In the healthcare domain, a digital twin (DT) serves as a digital representation of either a patient or an entire healthcare system, integrating simulations and service data. This digital twin actively monitors a patient's records, cross-referencing them against established patterns, and conducting analyses for potential diseases or contraindications. Utilizing adaptive analytics and advanced algorithms, the digital twin provides accurate prognoses and recommends suitable interventions. By simulating various medical scenarios before initiating treatment, the digital twin enhances patient safety and ensures the delivery of the most appropriate treatments tailored to individual patient requirements.

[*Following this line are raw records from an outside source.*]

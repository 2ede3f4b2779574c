"""Per-frame quality flags: a bit mask in memory, ``;``-separated words in log.csv.

:data:`UNUSABLE` is the set analysis and stability drop by default
(:meth:`~coilshift.logger.runfolder.reader.FrequencyLog.usable`): every flag that means "this
frame's frequency may be wrong". The others describe a frame whose frequency is still good.
docs/tracker.md lists them all with the reason for each choice.
"""

from __future__ import annotations

import numpy as np

CLIPPED = 1 << 0  # samples at or near full scale inside the frame
LOW_SNR = 1 << 1  # tone found but its SNR is below the tracker's threshold
NO_TONE = 1 << 2  # no tone distinguishable from noise; freq_hz is empty
OUT_OF_BAND = 1 << 3  # strongest tone lies outside the requested (or searchable) band
GAP = 1 << 4  # samples missing before this frame (dropped input, device fault)
OVERFLOW = 1 << 5  # the audio stream reported an input overflow in this frame
MARKER = 1 << 6  # a user marker was set at this frame (live capture)
EDGE = 1 << 7  # the tone starts, stops or jumps inside the frame
ALIASED = 1 << 8  # the signal carries folded (aliased) harmonics: the input was not band-limited
ALIAS_CLOSE = 1 << 9  # a folded harmonic lies too close to the measured line to be separated

NAMES = {
    CLIPPED: "clipped",
    LOW_SNR: "low_snr",
    NO_TONE: "no_tone",
    OUT_OF_BAND: "out_of_band",
    GAP: "gap",
    OVERFLOW: "overflow",
    MARKER: "marker",
    EDGE: "edge",
    ALIASED: "aliased",
    ALIAS_CLOSE: "alias_close",
}
_BY_NAME = {name: bit for bit, name in NAMES.items()}

#: flags that make a frame's frequency unusable for analysis: no tone or not the tone asked for
#: (no_tone, out_of_band), samples lost inside or before the frame (gap, overflow), a tone that
#: is not stationary over the frame (edge), a folded line too close to separate (alias_close)
UNUSABLE = NO_TONE | OUT_OF_BAND | GAP | OVERFLOW | EDGE | ALIAS_CLOSE


def to_text(mask: int) -> str:
    """Return the log.csv spelling of a flag mask, e.g. ``"clipped;low_snr"`` ('' for none)."""
    return ";".join(name for bit, name in NAMES.items() if mask & bit)


def from_text(text: str) -> int:
    """Parse a log.csv flags cell back to a mask; unknown words are ignored."""
    mask = 0
    if not isinstance(text, str):
        return 0
    for word in text.split(";"):
        mask |= _BY_NAME.get(word.strip(), 0)
    return mask


def column_from_text(cells) -> np.ndarray:
    """Vectorised :func:`from_text` over a column of cells (NaN or '' -> 0)."""
    cache: dict = {}
    out = np.zeros(len(cells), dtype=np.int64)
    for i, cell in enumerate(cells):
        if cell not in cache:
            cache[cell] = from_text(cell)
        out[i] = cache[cell]
    return out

Metaverse Technologies (MT) in healthcare are centered around data analysis, harnessing the potential of data to enhance the effectiveness of healthcare organizations. While healthcare services aim to uphold the physical, mental, social, and emotional well-being of human lives, the Metaverse combines technological trends—Artificial Intelligence (AI), Augmented Reality (AR), and Virtual Reality (VR). Collectively, these technologies have the capacity to deliver treatments and medicines, reduce costs, and significantly improve patient outcomes.

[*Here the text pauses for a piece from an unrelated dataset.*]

"""The run folder, the one file format of coilshift: log.csv columns, run.json, markers.csv,
frame flags, crash-safe writing and reading. Imports only the standard library, NumPy, pandas
and :mod:`coilshift.logger.errors`."""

This book explores the integration of the digital twin and metaverse concepts with other technologies such as artificial intelligence (AI), machine learning (ML), big data analytics, IoT, and cloud data management to enhance healthcare systems and processes. The focus extends to various research perspectives and challenges in implementing DT and MT concerning data analysis, cloud management, and data privacy issues. With chapters covering visualization techniques, prognostics, and health management, this book is essential for researchers, engineers, and IT professionals in healthcare, as well as those involved in utilizing DT, MT, AI, IoT, and big data analytics for innovative applications.